No palco uma trama que mescla realidade e ficção: Theodoro Cochrane recebe em seu programa de TV, transmitido ao vivo do teatro, para uma entrevista exclusiva, nada mais, nada menos do que Marília Gabriela, sua mãe, atriz e jornalista, considerada pela crítica e pelo público como uma das mais experientes entrevistadoras do país. Numa mudança de posição, ela é a entrevistada; no entanto eles realmente invertem os papéis e a discussão se aprofunda, com temas relevantes vindo à tona, como relação mãe e filho, etarismo, público e privado e conflito de gerações.
Como se os espectadores fizessem parte da plateia do programa de entrevista (nos moldes de um talk show), Theodoro tem uma entrada especial: está de costas numa espécie de tela luminosa (o público pode se confundir se é ele ou a mãe) e após uns instantes entra e discorre sobre um tema filosófico (tudo ou nada). Em seguida, chama pela convidada, que demora para entrar; na terceira tentativa, Marília entra e sente-se um pouco desconfortável, já que é a entrevistada e não a entrevistadora.
Neste momento já é possível perceber a fusão entre realidade e ficção: Marília responde às perguntas do filho Theodoro ou é uma entrevistada tímida que tenta responder sem cair nas armadilhas do interlocutor afiado.
Para intensificar o jogo cênico, eles resolvem literalmente inverter os papéis: Marília passa a ser Theodoro e o rapaz é a jornalista.
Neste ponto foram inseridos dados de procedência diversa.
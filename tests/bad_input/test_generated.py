"""The generated corpus (:mod:`tests.bad_input.generated`) through the command line.

CI profile: a fixed-seed sample (every file-system case, 45 field and 45 config cases).
Full profile, opt-in: ``GRIDFLOW_CORPUS=full python -m pytest -m corpus_full
tests/bad_input/test_generated.py``.

Every case checks: the exit code the documented rules give (2 naming the culprit; 0, with an
``implausible_value`` finding where the value is possible but implausible); never exit 1 or 3;
the inputs byte-identical; last night's output byte-identical whenever the run stops; no
temporary file left anywhere in the case's folder; no hang (60 s alarm).
"""

from __future__ import annotations

import hashlib
import os
import signal
from pathlib import Path

import pyogrio
import pytest
import tomli_w
from click.testing import CliRunner

from gridflow.cli.main import cli
from gridflow.config.layers import ROLE_FIELDS
from tests.bad_input import generated as g
from tests.bad_input.harness import previous_output
from tests.bad_input.town import Town

FULL = os.environ.get("GRIDFLOW_CORPUS") == "full"
ALL = g.all_cases()
CI = g.ci_sample(ALL)
ROOT_SKIPS = {"input_unreadable", "output_folder_readonly"}  # root reads and writes anywhere


def _digest(p: Path) -> str:
    return hashlib.sha256(p.read_bytes()).hexdigest()


def _files(folder: Path) -> dict[Path, str]:
    out = {}
    for p in folder.rglob("*"):
        if p.is_symlink() or not p.is_file() or p.parent.name == "out":
            continue
        out[p] = _digest(p)
    return out


class _Hang(Exception):
    pass


def _alarm(signum, frame):
    raise _Hang("the run did not return within 60 s")


def run_generated(c: g.GenCase, folder: Path) -> tuple[int, str, Path]:
    if c.id in ROOT_SKIPS and os.geteuid() == 0:
        pytest.skip("root reads and writes through permission bits")
    t: Town
    if c.category.startswith("field:"):
        t = g.full_town()
    elif c.category.startswith("config:"):
        t = g.spoil_config(g._config_town(c.extra["key"]), c.extra["key"], c.extra["value"])
    else:
        t = Town()
    gpkg, cfg = t.write(folder)
    target = folder / "out" / "result.gpkg"
    args: list[str] = []
    config = cfg
    if c.category.startswith("field:"):
        e = c.extra
        g.spoil_field(gpkg, e["layer"], e["id_field"], c.feature, e["col"], e["value"])
    elif c.category in ("files", "geometry"):
        res = c.spoil(folder, gpkg, cfg, t)
        special, out = res if isinstance(res, tuple) else (None, None)
        cfg.write_bytes(tomli_w.dumps(t.config).encode("utf-8"))  # the spoil's config
        if out is not None:
            target = out
        if special == "no-out":
            target = folder / "out" / "result.gpkg"
        if special == "fifo-config":
            config = g._fifo(folder, "cfg.toml")
        elif special == "folder-config":
            config = folder / "cfgdir.toml"
            config.mkdir()
        elif special == "readonly-out":
            os.chmod(folder / "out", 0o555)
        elif special == "previous-fifo":
            args += ["--previous", str(g._fifo(folder, "prev.gpkg"))]
    prev = None
    if target.parent.is_dir() and not target.exists() and os.access(target.parent, os.W_OK):
        prev = previous_output(target)
    side = {p: _digest(p) for p in target.parent.iterdir()
            if p.is_file() and not p.is_symlink()} if target.parent.is_dir() else {}
    inputs = _files(folder)
    old = signal.signal(signal.SIGALRM, _alarm)
    signal.alarm(60)
    try:
        out_args = [] if special_no_out(c) else ["--out", str(target)]
        res = CliRunner().invoke(cli, ["-q", "run", str(config), *out_args, *args])
    finally:
        signal.alarm(0)
        signal.signal(signal.SIGALRM, old)
        if (folder / "out").exists():
            os.chmod(folder / "out", 0o755)
    assert not isinstance(res.exception, _Hang), "hung"
    assert res.exception is None or isinstance(res.exception, SystemExit), repr(res.exception)
    assert "Traceback" not in res.output
    for p, h in inputs.items():
        assert p.exists() and _digest(p) == h, f"input {p.name} changed"
    stray = [p.name for p in folder.rglob("*") if ".tmp-" in p.name]
    assert not stray, stray
    if res.exit_code != 0:
        if prev is not None:
            assert target.read_bytes() == prev, "last night's output changed"
        for p, h in side.items():  # last night's whole set (report, log) untouched
            if p.suffix in (".gpkg", ".html", ".log") and ".failed." not in p.name:
                assert _digest(p) == h, f"{p.name} changed"
    return res.exit_code, " ".join((res.stderr or "").split()), target


def special_no_out(c: g.GenCase) -> bool:
    return c.id == "run_output_is_folder"  # the config's [run] output names the folder


def _record(c: g.GenCase, outcome: str) -> None:
    """With GRIDFLOW_CORPUS_LOG set, one line per case: id, category, expectation, outcome."""
    log = os.environ.get("GRIDFLOW_CORPUS_LOG")
    if log:
        with open(log, "a", encoding="utf-8") as fh:
            fh.write(f"{c.id}\t{c.category}\t{c.expect}\t{outcome}\n")


def check_case(c: g.GenCase, folder: Path) -> None:
    code, msg, target = run_generated(c, folder)
    _record(c, f"exit {code}")
    assert code in (0, 2), f"exit {code}: {msg}"
    if c.expect == "stop":
        assert code == 2, f"expected exit 2, got {code}: {msg}"
    if code == 2:
        for w in c.names:
            assert w in msg, f"{w!r} not in message: {msg}"
        return
    assert c.expect in ("run", "implausible", "missing"), f"expected exit 2: {msg}"
    f = pyogrio.read_dataframe(target, layer="findings", read_geometry=False)
    on_feature = set(f.loc[f["feature_id"].astype(str).str.startswith(c.feature), "kind"]) \
        if c.feature else set()
    _record(c, "finding" if on_feature else "no finding")
    if c.finding is not None:
        assert c.finding[0] in on_feature, (c.id, sorted(on_feature))
    if c.expect == "implausible":
        assert "implausible_value" in on_feature, (c.id, sorted(on_feature))
    if c.expect == "missing" and c.category.startswith("field:"):
        role = c.category.split(":")[1]
        fname = c.id.split(".")[1].split("=")[0]
        if f"{fname}*" in ROLE_FIELDS[role]:
            assert on_feature, f"a required field left empty on {c.feature} without a finding"


@pytest.mark.parametrize("c", CI, ids=[c.id for c in CI])
def test_generated_ci(c, tmp_path):
    check_case(c, tmp_path)


FULL_CASES = ALL if FULL else []


@pytest.mark.corpus_full
@pytest.mark.skipif(not FULL, reason="full profile: GRIDFLOW_CORPUS=full")
@pytest.mark.parametrize("c", FULL_CASES or [None], ids=[c.id for c in FULL_CASES] or ["off"])
def test_generated_full(c, tmp_path):
    check_case(c, tmp_path)


def test_corpus_covers_every_field_and_key():
    """Every numeric field of every role and every numeric config key has cases, and every
    field gets every spoilt value."""
    from gridflow.config.ranges import CONFIG_RANGES
    from gridflow.io.validate import FIELD_RANGES

    fields = {c.id.split("=")[0] for c in ALL if c.category.startswith("field:")}
    want = {f"{r}.{f}" for r, fs in FIELD_RANGES.items() for f in fs}
    assert want <= fields, sorted(want - fields)
    for f in want:
        assert sum(c.id.startswith(f + "=") for c in ALL) >= len(g.FIELD_VALUES)
    keys = {c.extra["key"] for c in ALL if c.category.startswith("config:")}
    assert len(keys) == len(CONFIG_RANGES)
Pode parecer uma mera brincadeira, mas a autora aproveita para aguçar as indagações, com temas delicados e difíceis sendo tratados de maneira contundente. Por exemplo, a questão da idade e como enfrentar a finitude; por outro lado, a relação mãe/filho é enfrentada com vigor, sem filtro. Há um rompimento e o ator sai de cena. Marília então propõe uma interatividade com a plateia e uma pessoa sobe ao palco para uma breve entrevista; é assim que o público pode novamente assistir Marília no domínio pleno de sua atividade jornalística. A conversa flui com verdade e a entrevistadora consegue retirar o melhor da pessoa convidada. Um corte brusco e novamente a personagem Marília ressurge: suas limitações (físicas, emocionais) reaparecem e Theodoro volta para auxiliá-la.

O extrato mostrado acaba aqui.